• _TASK DETAILS_: For this exercise, set down all the records exactly as given.

• _INFORMATION SHOWN_:
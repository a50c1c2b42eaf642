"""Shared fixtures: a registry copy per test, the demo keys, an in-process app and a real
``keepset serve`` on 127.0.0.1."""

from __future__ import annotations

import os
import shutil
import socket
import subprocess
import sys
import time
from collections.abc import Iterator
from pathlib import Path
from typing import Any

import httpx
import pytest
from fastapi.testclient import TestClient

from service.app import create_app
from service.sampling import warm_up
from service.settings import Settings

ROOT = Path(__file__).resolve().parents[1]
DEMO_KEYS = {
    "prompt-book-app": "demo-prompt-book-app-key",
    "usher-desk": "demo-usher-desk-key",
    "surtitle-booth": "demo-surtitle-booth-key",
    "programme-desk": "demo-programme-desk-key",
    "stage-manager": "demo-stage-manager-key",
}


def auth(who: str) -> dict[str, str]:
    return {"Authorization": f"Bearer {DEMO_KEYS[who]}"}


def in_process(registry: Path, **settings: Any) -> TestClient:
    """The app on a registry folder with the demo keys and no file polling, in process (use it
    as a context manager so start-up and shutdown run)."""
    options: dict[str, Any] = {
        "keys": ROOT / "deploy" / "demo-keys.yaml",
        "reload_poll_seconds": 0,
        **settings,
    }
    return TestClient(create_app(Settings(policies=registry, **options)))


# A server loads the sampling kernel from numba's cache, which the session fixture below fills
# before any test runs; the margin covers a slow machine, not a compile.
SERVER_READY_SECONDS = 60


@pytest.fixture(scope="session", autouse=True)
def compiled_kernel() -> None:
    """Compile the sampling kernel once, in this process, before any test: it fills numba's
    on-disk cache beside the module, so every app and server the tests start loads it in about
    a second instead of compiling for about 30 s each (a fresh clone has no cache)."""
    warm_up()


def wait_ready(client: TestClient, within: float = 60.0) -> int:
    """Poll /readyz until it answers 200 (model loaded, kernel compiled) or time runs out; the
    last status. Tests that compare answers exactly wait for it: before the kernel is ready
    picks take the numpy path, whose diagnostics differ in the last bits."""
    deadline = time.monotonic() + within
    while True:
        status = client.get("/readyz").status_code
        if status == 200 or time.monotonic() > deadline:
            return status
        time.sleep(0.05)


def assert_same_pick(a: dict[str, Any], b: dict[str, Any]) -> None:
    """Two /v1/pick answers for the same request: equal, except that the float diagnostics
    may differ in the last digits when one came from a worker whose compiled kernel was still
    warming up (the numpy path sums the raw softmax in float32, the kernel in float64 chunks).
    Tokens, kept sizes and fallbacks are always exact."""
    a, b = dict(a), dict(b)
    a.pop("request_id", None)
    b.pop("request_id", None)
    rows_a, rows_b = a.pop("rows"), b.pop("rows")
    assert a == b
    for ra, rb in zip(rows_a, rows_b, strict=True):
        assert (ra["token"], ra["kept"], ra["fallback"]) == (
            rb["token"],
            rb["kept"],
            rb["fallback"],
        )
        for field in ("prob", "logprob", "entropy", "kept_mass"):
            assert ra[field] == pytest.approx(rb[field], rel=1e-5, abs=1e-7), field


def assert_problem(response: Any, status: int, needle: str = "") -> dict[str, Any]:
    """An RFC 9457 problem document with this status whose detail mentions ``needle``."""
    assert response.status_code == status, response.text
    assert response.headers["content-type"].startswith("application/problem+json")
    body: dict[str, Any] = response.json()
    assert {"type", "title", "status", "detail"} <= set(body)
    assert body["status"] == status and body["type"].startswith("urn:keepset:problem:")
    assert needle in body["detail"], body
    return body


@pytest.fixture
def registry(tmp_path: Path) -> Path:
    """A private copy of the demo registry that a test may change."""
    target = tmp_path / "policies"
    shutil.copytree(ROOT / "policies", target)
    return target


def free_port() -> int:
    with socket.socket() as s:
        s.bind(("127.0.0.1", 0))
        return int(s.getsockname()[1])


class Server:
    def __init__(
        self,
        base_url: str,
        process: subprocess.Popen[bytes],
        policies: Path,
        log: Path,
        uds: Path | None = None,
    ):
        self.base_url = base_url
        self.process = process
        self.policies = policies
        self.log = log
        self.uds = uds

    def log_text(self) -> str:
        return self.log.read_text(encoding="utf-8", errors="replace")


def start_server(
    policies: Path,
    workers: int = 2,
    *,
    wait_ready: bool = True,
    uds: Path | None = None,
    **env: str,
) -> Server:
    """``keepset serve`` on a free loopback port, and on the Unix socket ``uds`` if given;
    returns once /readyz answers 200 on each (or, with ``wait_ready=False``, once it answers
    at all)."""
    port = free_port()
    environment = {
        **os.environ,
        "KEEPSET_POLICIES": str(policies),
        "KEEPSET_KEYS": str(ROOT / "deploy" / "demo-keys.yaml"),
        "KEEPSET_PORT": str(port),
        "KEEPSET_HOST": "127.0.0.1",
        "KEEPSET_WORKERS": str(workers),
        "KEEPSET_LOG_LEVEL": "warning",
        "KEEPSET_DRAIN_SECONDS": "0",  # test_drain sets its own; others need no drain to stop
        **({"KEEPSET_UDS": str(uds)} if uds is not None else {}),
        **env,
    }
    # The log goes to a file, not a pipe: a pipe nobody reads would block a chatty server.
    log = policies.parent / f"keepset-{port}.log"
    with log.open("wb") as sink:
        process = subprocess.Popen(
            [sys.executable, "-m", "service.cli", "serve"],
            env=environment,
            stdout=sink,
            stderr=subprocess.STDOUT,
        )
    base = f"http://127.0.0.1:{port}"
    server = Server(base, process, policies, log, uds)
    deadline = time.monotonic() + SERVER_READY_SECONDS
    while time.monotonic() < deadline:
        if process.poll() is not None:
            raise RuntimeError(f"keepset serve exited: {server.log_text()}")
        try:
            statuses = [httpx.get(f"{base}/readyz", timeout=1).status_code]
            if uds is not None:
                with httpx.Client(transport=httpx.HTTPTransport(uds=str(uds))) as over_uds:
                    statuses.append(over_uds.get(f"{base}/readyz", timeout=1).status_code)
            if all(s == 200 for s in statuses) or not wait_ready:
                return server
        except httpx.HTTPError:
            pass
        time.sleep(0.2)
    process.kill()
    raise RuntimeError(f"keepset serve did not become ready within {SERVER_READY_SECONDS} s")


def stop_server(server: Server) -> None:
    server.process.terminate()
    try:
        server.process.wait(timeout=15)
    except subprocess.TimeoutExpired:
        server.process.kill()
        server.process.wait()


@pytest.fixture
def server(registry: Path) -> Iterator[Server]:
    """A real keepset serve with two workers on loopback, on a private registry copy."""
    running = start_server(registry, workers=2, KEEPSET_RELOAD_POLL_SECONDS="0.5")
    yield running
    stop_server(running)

• _RESULT_:
repository a50c1c2b42eaf642
"""Shared fixtures: a registry copy per test, the demo keys, an in-process app and a real
``keepset serve`` on 127.0.0.1."""

from __future__ import annotations

import os
import shutil
import socket
import subprocess
import sys
import time
from collections.abc import Iterator
from pathlib import Path
from typing import Any

import httpx
import pytest
from fastapi.testclient import TestClient

from service.app import create_app
from service.sampling import warm_up
from service.settings import Settings

ROOT = Path(__file__).resolve().parents[1]
DEMO_KEYS = {
    "prompt-book-app": "demo-prompt-book-app-key",
    "usher-desk": "demo-usher-desk-key",
    "surtitle-booth": "demo-surtitle-booth-key",
    "programme-desk": "demo-programme-desk-key",
    "stage-manager": "demo-stage-manager-key",
}


def auth(who: str) -> dict[str, str]:
    return {"Authorization": f"Bearer {DEMO_KEYS[who]}"}


def in_process(registry: Path, **settings: Any) -> TestClient:
    """The app on a registry folder with the demo keys and no file polling, in process (use it
    as a context manager so start-up and shutdown run)."""
    options: dict[str, Any] = {
        "keys": ROOT / "deploy" / "demo-keys.yaml",
        "reload_poll_seconds": 0,
        **settings,
    }
    return TestClient(create_app(Settings(policies=registry, **options)))


# A server loads the sampling kernel from numba's cache, which the session fixture below fills
# before any test runs; the margin covers a slow machine, not a compile.
SERVER_READY_SECONDS = 60


@pytest.fixture(scope="session", autouse=True)
def compiled_kernel() -> None:
    """Compile the sampling kernel once, in this process, before any test: it fills numba's
    on-disk cache beside the module, so every app and server the tests start loads it in about
    a second instead of compiling for about 30 s each (a fresh clone has no cache)."""
    warm_up()


def wait_ready(client: TestClient, within: float = 60.0) -> int:
    """Poll /readyz until it answers 200 (model loaded, kernel compiled) or time runs out; the
    last status. Tests that compare answers exactly wait for it: before the kernel is ready
    picks take the numpy path, whose diagnostics differ in the last bits."""
    deadline = time.monotonic() + within
    while True:
        status = client.get("/readyz").status_code
        if status == 200 or time.monotonic() > deadline:
            return status
        time.sleep(0.05)


def assert_same_pick(a: dict[str, Any], b: dict[str, Any]) -> None:
    """Two /v1/pick answers for the same request: equal, except that the float diagnostics
    may differ in the last digits when one came from a worker whose compiled kernel was still
    warming up (the numpy path sums the raw softmax in float32, the kernel in float64 chunks).
    Tokens, kept sizes and fallbacks are always exact."""
    a, b = dict(a), dict(b)
    a.pop("request_id", None)
    b.pop("request_id", None)
    rows_a, rows_b = a.pop("rows"), b.pop("rows")
    assert a == b
    for ra, rb in zip(rows_a, rows_b, strict=True):
        assert (ra["token"], ra["kept"], ra["fallback"]) == (
            rb["token"],
            rb["kept"],
            rb["fallback"],
        )
        for field in ("prob", "logprob", "entropy", "kept_mass"):
            assert ra[field] == pytest.approx(rb[field], rel=1e-5, abs=1e-7), field


def assert_problem(response: Any, status: int, needle: str = "") -> dict[str, Any]:
    """An RFC 9457 problem document with this status whose detail mentions ``needle``."""
    assert response.status_code == status, response.text
    assert response.headers["content-type"].startswith("application/problem+json")
    body: dict[str, Any] = response.json()
    assert {"type", "title", "status", "detail"} <= set(body)
    assert body["status"] == status and body["type"].startswith("urn:keepset:problem:")
    assert needle in body["detail"], body
    return body


@pytest.fixture
def registry(tmp_path: Path) -> Path:
    """A private copy of the demo registry that a test may change."""
    target = tmp_path / "policies"
    shutil.copytree(ROOT / "policies", target)
    return target


def free_port() -> int:
    with socket.socket() as s:
        s.bind(("127.0.0.1", 0))
        return int(s.getsockname()[1])


class Server:
    def __init__(
        self,
        base_url: str,
        process: subprocess.Popen[bytes],
        policies: Path,
        log: Path,
        uds: Path | None = None,
    ):
        self.base_url = base_url
        self.process = process
        self.policies = policies
        self.log = log
        self.uds = uds

    def log_text(self) -> str:
        return self.log.read_text(encoding="utf-8", errors="replace")


def start_server(
    policies: Path,
    workers: int = 2,
    *,
    wait_ready: bool = True,
    uds: Path | None = None,
    **env: str,
) -> Server:
    """``keepset serve`` on a free loopback port, and on the Unix socket ``uds`` if given;
    returns once /readyz answers 200 on each (or, with ``wait_ready=False``, once it answers
    at all)."""
    port = free_port()
    environment = {
        **os.environ,
        "KEEPSET_POLICIES": str(policies),
        "KEEPSET_KEYS": str(ROOT / "deploy" / "demo-keys.yaml"),
        "KEEPSET_PORT": str(port),
        "KEEPSET_HOST": "127.0.0.1",
        "KEEPSET_WORKERS": str(workers),
        "KEEPSET_LOG_LEVEL": "warning",
        "KEEPSET_DRAIN_SECONDS": "0",  # test_drain sets its own; others need no drain to stop
        **({"KEEPSET_UDS": str(uds)} if uds is not None else {}),
        **env,
    }
    # The log goes to a file, not a pipe: a pipe nobody reads would block a chatty server.
    log = policies.parent / f"keepset-{port}.log"
    with log.open("wb") as sink:
        process = subprocess.Popen(
            [sys.executable, "-m", "service.cli", "serve"],
            env=environment,
            stdout=sink,
            stderr=subprocess.STDOUT,
        )
    base = f"http://127.0.0.1:{port}"
    server = Server(base, process, policies, log, uds)
    deadline = time.monotonic() + SERVER_READY_SECONDS
    while time.monotonic() < deadline:
        if process.poll() is not None:
            raise RuntimeError(f"keepset serve exited: {server.log_text()}")
        try:
            statuses = [httpx.get(f"{base}/readyz", timeout=1).status_code]
            if uds is not None:
                with httpx.Client(transport=httpx.HTTPTransport(uds=str(uds))) as over_uds:
                    statuses.append(over_uds.get(f"{base}/readyz", timeout=1).status_code)
            if all(s == 200 for s in statuses) or not wait_ready:
                return server
        except httpx.HTTPError:
            pass
        time.sleep(0.2)
    process.kill()
    raise RuntimeError(f"keepset serve did not become ready within {SERVER_READY_SECONDS} s")


def stop_server(server: Server) -> None:
    server.process.terminate()
    try:
        server.process.wait(timeout=15)
    except subprocess.TimeoutExpired:
        server.process.kill()
        server.process.wait()


@pytest.fixture
def server(registry: Path) -> Iterator[Server]:
    """A real keepset serve with two workers on loopback, on a private registry copy."""
    running = start_server(registry, workers=2, KEEPSET_RELOAD_POLL_SECONDS="0.5")
    yield running
    stop_server(running)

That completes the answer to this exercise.